> _WHAT IS REQUIRED_: The data below is to be set down again exactly as written.

> _LISTED RECORDS_:
"""

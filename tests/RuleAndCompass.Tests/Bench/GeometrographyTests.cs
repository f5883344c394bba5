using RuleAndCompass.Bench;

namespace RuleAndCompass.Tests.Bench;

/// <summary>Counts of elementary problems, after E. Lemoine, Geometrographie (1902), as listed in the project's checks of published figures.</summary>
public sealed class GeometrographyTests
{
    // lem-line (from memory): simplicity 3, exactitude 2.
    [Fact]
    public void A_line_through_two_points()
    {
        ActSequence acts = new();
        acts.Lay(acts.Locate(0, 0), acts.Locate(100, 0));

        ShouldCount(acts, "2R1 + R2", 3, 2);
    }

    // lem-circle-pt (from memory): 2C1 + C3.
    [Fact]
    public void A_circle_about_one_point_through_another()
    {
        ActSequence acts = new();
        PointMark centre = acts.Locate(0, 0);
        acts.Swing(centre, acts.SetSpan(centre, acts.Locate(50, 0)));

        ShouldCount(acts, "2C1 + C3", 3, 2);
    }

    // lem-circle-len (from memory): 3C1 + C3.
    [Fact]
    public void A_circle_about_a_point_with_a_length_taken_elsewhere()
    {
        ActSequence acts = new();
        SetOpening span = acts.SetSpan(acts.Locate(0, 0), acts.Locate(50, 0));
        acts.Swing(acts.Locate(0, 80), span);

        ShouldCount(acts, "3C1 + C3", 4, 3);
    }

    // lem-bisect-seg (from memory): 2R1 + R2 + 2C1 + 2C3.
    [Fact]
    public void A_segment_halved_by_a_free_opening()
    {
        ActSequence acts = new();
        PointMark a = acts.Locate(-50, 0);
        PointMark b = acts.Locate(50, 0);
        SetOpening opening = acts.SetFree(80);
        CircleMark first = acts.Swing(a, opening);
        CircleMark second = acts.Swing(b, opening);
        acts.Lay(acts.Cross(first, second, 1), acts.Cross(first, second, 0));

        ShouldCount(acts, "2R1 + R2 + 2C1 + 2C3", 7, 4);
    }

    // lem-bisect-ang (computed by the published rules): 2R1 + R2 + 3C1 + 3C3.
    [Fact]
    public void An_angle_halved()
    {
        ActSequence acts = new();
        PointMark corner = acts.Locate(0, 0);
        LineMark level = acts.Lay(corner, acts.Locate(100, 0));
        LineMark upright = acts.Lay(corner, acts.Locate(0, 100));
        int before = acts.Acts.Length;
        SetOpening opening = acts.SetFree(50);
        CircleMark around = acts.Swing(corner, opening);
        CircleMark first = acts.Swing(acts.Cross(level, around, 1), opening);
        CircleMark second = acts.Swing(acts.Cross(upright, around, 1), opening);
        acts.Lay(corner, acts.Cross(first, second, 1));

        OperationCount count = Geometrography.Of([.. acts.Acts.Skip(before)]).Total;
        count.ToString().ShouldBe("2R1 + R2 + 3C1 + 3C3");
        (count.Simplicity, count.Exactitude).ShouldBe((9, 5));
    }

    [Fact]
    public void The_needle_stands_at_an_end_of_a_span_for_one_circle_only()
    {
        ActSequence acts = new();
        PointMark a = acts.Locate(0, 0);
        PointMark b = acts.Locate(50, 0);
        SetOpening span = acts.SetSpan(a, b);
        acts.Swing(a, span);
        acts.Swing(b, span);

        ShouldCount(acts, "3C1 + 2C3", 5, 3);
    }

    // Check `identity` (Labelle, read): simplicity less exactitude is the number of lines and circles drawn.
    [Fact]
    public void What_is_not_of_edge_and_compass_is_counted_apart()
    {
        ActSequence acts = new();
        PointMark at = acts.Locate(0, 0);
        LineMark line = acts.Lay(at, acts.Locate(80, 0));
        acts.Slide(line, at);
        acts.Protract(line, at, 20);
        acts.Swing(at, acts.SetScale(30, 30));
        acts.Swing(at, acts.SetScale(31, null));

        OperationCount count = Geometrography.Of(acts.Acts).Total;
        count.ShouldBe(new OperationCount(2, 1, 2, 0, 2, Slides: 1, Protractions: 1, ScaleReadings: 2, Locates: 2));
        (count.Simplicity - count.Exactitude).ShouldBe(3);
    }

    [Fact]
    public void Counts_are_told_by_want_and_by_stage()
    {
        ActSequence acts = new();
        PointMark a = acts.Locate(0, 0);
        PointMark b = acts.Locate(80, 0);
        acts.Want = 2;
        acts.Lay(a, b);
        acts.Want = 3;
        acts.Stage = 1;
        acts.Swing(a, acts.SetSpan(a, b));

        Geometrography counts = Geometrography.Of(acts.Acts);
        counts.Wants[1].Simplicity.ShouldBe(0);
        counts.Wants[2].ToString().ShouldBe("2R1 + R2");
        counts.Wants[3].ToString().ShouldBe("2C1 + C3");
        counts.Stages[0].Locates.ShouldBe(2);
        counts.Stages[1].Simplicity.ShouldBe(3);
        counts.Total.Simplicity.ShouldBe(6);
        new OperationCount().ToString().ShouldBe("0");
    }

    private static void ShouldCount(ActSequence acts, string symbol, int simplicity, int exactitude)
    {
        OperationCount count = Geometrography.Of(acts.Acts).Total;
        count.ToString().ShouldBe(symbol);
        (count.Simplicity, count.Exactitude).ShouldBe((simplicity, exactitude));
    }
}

"""

> _RESPONSE TO THE EXERCISE_:
filename tests/RuleAndCompass.Tests/Bench/GeometrographyTests.cs
repository f5883344c394bba5
using RuleAndCompass.Bench;

namespace RuleAndCompass.Tests.Bench;

/// <summary>Counts of elementary problems, after E. Lemoine, Geometrographie (1902), as listed in the project's checks of published figures.</summary>
public sealed class GeometrographyTests
{
    // lem-line (from memory): simplicity 3, exactitude 2.
    [Fact]
    public void A_line_through_two_points()
    {
        ActSequence acts = new();
        acts.Lay(acts.Locate(0, 0), acts.Locate(100, 0));

        ShouldCount(acts, "2R1 + R2", 3, 2);
    }

    // lem-circle-pt (from memory): 2C1 + C3.
    [Fact]
    public void A_circle_about_one_point_through_another()
    {
        ActSequence acts = new();
        PointMark centre = acts.Locate(0, 0);
        acts.Swing(centre, acts.SetSpan(centre, acts.Locate(50, 0)));

        ShouldCount(acts, "2C1 + C3", 3, 2);
    }

    // lem-circle-len (from memory): 3C1 + C3.
    [Fact]
    public void A_circle_about_a_point_with_a_length_taken_elsewhere()
    {
        ActSequence acts = new();
        SetOpening span = acts.SetSpan(acts.Locate(0, 0), acts.Locate(50, 0));
        acts.Swing(acts.Locate(0, 80), span);

        ShouldCount(acts, "3C1 + C3", 4, 3);
    }

    // lem-bisect-seg (from memory): 2R1 + R2 + 2C1 + 2C3.
    [Fact]
    public void A_segment_halved_by_a_free_opening()
    {
        ActSequence acts = new();
        PointMark a = acts.Locate(-50, 0);
        PointMark b = acts.Locate(50, 0);
        SetOpening opening = acts.SetFree(80);
        CircleMark first = acts.Swing(a, opening);
        CircleMark second = acts.Swing(b, opening);
        acts.Lay(acts.Cross(first, second, 1), acts.Cross(first, second, 0));

        ShouldCount(acts, "2R1 + R2 + 2C1 + 2C3", 7, 4);
    }

    // lem-bisect-ang (computed by the published rules): 2R1 + R2 + 3C1 + 3C3.
    [Fact]
    public void An_angle_halved()
    {
        ActSequence acts = new();
        PointMark corner = acts.Locate(0, 0);
        LineMark level = acts.Lay(corner, acts.Locate(100, 0));
        LineMark upright = acts.Lay(corner, acts.Locate(0, 100));
        int before = acts.Acts.Length;
        SetOpening opening = acts.SetFree(50);
        CircleMark around = acts.Swing(corner, opening);
        CircleMark first = acts.Swing(acts.Cross(level, around, 1), opening);
        CircleMark second = acts.Swing(acts.Cross(upright, around, 1), opening);
        acts.Lay(corner, acts.Cross(first, second, 1));

        OperationCount count = Geometrography.Of([.. acts.Acts.Skip(before)]).Total;
        count.ToString().ShouldBe("2R1 + R2 + 3C1 + 3C3");
        (count.Simplicity, count.Exactitude).ShouldBe((9, 5));
    }

    [Fact]
    public void The_needle_stands_at_an_end_of_a_span_for_one_circle_only()
    {
        ActSequence acts = new();
        PointMark a = acts.Locate(0, 0);
        PointMark b = acts.Locate(50, 0);
        SetOpening span = acts.SetSpan(a, b);
        acts.Swing(a, span);
        acts.Swing(b, span);

        ShouldCount(acts, "3C1 + 2C3", 5, 3);
    }

    // Check `identity` (Labelle, read): simplicity less exactitude is the number of lines and circles drawn.
    [Fact]
    public void What_is_not_of_edge_and_compass_is_counted_apart()
    {
        ActSequence acts = new();
        PointMark at = acts.Locate(0, 0);
        LineMark line = acts.Lay(at, acts.Locate(80, 0));
        acts.Slide(line, at);
        acts.Protract(line, at, 20);
        acts.Swing(at, acts.SetScale(30, 30));
        acts.Swing(at, acts.SetScale(31, null));

        OperationCount count = Geometrography.Of(acts.Acts).Total;
        count.ShouldBe(new OperationCount(2, 1, 2, 0, 2, Slides: 1, Protractions: 1, ScaleReadings: 2, Locates: 2));
        (count.Simplicity - count.Exactitude).ShouldBe(3);
    }

    [Fact]
    public void Counts_are_told_by_want_and_by_stage()
    {
        ActSequence acts = new();
        PointMark a = acts.Locate(0, 0);
        PointMark b = acts.Locate(80, 0);
        acts.Want = 2;
        acts.Lay(a, b);
        acts.Want = 3;
        acts.Stage = 1;
        acts.Swing(a, acts.SetSpan(a, b));

        Geometrography counts = Geometrography.Of(acts.Acts);
        counts.Wants[1].Simplicity.ShouldBe(0);
        counts.Wants[2].ToString().ShouldBe("2R1 + R2");
        counts.Wants[3].ToString().ShouldBe("2C1 + C3");
        counts.Stages[0].Locates.ShouldBe(2);
        counts.Stages[1].Simplicity.ShouldBe(3);
        counts.Total.Simplicity.ShouldBe(6);
        new OperationCount().ToString().ShouldBe("0");
    }

    private static void ShouldCount(ActSequence acts, string symbol, int simplicity, int exactitude)
    {
        OperationCount count = Geometrography.Of(acts.Acts).Total;
        count.ToString().ShouldBe(symbol);
        (count.Simplicity, count.Exactitude).ShouldBe((simplicity, exactitude));
    }
}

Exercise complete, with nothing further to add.